------ Recorded data

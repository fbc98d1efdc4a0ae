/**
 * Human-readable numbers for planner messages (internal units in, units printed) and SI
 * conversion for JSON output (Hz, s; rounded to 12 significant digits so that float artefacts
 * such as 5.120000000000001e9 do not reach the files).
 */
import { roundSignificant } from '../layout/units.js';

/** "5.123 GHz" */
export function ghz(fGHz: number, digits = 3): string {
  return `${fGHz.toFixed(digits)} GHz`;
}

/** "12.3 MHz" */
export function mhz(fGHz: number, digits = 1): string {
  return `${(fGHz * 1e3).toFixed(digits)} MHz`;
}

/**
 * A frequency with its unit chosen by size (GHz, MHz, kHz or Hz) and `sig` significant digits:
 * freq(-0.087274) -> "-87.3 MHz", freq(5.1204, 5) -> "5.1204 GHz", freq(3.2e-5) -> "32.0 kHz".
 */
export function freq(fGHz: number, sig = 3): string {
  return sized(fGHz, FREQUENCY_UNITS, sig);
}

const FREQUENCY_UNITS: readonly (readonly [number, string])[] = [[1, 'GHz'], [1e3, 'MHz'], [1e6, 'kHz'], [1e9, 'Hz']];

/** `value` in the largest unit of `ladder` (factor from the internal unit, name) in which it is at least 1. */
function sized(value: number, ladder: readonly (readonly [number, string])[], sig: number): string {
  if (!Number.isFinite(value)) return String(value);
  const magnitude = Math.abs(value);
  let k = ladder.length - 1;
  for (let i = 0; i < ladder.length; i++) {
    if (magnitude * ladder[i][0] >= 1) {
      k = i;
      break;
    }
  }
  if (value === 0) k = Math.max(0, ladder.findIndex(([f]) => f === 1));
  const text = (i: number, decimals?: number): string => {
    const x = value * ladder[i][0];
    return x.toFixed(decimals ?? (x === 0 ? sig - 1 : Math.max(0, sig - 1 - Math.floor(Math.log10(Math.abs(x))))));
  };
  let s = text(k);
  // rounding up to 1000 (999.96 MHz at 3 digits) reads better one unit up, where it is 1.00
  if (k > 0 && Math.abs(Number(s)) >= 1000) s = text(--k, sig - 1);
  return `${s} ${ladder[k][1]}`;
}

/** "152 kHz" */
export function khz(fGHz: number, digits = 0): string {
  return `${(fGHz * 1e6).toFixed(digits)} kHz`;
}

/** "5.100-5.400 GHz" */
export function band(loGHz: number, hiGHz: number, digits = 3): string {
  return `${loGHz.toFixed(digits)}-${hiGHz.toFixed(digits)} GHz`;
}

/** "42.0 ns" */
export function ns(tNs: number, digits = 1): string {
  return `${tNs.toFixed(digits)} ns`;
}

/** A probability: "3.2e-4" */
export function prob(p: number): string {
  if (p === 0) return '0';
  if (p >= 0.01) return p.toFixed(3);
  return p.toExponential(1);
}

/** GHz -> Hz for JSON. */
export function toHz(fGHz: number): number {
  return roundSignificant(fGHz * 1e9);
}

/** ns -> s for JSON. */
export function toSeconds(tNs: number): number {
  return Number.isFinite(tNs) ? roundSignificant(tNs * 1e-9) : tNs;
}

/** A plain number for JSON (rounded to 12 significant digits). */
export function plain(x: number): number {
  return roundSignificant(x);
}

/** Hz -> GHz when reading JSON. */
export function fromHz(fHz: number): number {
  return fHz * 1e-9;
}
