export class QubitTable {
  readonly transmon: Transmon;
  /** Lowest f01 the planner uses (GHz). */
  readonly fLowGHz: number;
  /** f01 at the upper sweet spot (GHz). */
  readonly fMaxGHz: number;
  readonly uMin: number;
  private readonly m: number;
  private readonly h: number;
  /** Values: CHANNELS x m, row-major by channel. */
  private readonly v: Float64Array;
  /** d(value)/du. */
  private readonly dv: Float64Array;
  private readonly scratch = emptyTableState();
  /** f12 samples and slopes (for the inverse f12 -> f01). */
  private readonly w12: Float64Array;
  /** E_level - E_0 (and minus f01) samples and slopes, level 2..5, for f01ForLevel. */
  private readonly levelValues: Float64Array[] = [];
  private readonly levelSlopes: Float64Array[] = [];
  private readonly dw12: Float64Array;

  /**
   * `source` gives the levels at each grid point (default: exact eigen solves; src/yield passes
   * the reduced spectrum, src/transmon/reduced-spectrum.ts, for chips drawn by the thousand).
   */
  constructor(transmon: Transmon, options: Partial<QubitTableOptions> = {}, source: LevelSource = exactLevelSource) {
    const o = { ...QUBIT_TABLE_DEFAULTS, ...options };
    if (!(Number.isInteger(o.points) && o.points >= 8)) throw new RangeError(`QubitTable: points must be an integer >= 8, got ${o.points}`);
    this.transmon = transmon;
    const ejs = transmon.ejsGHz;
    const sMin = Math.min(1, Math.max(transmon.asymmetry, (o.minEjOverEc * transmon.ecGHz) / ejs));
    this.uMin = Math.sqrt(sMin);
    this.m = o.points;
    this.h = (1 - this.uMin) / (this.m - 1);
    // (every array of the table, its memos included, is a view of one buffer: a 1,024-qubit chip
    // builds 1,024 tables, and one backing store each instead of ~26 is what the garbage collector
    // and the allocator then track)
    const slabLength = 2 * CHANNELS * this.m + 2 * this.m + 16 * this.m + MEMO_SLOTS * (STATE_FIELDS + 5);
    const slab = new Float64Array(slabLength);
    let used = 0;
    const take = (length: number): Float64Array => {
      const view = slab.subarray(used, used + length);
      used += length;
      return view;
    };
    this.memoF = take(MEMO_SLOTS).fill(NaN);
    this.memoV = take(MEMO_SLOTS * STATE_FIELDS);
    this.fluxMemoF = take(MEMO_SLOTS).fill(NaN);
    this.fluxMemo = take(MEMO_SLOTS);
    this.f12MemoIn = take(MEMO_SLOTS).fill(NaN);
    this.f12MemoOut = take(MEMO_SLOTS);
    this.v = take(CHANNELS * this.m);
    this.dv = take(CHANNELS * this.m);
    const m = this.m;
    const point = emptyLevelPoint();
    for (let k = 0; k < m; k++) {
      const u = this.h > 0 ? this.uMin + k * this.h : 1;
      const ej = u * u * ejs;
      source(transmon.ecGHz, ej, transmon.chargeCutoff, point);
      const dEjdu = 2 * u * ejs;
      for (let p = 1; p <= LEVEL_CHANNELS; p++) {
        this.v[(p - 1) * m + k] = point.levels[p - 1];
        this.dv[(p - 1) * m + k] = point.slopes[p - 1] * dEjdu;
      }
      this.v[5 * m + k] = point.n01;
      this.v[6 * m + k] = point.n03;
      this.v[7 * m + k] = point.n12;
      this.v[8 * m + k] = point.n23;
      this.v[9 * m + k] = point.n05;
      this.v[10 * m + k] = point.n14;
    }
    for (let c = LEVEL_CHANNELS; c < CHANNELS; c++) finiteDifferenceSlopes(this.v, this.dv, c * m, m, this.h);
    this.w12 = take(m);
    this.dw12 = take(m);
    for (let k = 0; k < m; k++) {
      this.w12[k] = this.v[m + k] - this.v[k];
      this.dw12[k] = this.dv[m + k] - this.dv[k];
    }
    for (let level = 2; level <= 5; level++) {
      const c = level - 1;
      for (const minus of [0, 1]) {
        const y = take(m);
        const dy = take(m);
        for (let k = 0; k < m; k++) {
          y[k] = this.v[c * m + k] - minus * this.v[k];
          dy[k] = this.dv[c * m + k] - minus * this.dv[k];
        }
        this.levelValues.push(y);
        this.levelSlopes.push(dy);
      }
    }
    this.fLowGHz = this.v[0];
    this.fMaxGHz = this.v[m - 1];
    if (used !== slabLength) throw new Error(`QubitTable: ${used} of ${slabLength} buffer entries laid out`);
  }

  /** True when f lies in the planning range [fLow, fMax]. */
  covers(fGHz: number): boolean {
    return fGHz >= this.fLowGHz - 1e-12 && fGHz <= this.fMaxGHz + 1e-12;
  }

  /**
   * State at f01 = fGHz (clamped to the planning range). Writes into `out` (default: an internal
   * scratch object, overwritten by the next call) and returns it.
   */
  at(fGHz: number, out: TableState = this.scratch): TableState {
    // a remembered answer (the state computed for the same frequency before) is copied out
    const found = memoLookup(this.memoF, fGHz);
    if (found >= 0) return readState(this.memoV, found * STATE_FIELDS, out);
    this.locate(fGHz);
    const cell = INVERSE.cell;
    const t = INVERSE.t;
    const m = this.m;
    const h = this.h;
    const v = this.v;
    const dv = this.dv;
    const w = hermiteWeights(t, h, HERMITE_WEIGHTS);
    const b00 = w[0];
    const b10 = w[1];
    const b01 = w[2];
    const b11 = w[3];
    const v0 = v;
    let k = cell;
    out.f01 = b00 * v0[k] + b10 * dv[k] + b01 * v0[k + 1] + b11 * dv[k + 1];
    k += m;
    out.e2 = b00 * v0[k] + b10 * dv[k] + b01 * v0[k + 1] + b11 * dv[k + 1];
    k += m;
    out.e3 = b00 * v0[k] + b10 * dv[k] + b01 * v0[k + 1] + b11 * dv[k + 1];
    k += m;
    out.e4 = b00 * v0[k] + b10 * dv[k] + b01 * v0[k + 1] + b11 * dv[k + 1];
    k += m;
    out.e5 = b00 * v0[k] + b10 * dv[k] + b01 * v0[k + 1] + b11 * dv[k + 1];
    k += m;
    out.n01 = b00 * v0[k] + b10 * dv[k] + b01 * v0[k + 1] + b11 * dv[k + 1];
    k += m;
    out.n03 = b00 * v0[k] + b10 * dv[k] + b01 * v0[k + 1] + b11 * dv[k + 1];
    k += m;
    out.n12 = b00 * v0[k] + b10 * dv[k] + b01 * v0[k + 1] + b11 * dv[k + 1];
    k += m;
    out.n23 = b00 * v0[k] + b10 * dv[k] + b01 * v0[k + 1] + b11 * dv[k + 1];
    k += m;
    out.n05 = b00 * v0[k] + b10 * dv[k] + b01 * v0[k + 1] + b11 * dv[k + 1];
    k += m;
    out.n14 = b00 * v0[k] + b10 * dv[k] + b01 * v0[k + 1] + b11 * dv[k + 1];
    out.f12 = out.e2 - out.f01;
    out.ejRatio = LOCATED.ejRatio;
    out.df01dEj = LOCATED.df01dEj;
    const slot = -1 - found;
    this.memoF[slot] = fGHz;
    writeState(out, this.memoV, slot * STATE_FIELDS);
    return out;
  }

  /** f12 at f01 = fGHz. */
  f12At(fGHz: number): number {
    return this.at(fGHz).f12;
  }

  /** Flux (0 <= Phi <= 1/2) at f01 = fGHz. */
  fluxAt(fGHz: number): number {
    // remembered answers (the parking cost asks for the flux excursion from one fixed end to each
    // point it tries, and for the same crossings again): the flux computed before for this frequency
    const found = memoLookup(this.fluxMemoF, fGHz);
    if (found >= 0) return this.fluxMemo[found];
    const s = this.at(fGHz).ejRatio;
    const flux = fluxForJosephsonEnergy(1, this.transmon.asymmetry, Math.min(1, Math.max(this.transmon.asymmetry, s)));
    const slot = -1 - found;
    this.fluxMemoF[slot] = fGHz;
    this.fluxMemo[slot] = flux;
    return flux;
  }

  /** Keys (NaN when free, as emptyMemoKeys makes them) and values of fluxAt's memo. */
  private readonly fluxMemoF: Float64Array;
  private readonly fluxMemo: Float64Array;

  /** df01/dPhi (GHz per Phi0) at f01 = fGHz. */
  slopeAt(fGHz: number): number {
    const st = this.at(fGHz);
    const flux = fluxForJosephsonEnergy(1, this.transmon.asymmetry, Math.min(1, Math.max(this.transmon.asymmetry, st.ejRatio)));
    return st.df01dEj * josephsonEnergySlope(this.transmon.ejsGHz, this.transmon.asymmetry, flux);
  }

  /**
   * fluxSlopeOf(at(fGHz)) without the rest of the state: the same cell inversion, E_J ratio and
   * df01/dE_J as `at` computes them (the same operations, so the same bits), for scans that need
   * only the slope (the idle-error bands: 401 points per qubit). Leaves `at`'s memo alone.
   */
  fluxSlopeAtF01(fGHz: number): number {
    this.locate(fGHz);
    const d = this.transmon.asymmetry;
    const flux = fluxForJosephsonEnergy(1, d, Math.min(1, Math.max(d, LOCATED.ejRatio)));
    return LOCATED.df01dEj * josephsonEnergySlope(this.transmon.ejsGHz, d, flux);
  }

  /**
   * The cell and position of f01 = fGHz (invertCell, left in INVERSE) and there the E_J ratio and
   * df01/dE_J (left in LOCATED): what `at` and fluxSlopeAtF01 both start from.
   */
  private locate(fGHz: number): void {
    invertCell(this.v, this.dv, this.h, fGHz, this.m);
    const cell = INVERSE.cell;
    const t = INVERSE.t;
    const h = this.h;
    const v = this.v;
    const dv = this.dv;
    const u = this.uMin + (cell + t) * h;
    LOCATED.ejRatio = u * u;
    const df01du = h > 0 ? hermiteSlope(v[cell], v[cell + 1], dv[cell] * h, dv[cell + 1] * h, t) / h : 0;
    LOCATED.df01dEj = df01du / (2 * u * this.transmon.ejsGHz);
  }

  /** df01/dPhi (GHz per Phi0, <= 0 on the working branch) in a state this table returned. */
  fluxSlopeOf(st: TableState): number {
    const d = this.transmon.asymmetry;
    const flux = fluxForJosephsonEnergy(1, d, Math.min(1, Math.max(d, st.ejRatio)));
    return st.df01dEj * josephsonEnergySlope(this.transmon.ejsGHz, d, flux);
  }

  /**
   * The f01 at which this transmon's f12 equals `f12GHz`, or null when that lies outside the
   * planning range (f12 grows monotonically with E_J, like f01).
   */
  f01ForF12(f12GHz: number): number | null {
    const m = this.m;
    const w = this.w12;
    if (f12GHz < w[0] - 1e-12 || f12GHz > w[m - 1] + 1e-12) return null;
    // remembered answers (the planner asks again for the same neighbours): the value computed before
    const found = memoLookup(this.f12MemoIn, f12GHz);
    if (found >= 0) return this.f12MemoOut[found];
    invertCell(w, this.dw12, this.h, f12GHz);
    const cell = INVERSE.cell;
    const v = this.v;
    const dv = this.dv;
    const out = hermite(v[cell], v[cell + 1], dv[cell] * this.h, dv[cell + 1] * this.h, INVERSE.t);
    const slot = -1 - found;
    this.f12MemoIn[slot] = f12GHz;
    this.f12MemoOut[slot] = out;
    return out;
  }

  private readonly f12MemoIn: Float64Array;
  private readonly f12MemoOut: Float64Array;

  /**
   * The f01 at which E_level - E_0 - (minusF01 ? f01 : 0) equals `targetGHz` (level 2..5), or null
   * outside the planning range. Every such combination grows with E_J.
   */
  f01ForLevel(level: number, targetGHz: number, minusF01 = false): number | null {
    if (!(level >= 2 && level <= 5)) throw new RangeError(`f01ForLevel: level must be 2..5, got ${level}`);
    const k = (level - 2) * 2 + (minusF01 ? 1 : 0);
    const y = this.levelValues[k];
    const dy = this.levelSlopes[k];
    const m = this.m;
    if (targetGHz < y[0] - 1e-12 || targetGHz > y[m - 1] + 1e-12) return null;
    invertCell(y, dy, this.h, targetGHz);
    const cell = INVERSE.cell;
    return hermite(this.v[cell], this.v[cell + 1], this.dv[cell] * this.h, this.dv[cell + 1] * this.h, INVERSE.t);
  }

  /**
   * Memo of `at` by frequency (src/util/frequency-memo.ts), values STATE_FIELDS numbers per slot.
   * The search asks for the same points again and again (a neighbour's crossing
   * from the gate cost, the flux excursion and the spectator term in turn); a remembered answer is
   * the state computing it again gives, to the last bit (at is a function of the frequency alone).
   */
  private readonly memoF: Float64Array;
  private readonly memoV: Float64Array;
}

------------

_Exercise requirements_: Once you reach the line with "end to each" in the data above, copy it and every line after it exactly, up to and including the line with "const found = memoLookup(this.fluxMemoF, fGHz);".

_Answer space_:
    // remembered answers (the parking cost asks for the flux excursion from one fixed end to each
    // point it tries, and for the same crossings again): the flux computed before for this frequency
    const found = memoLookup(this.fluxMemoF, fGHz);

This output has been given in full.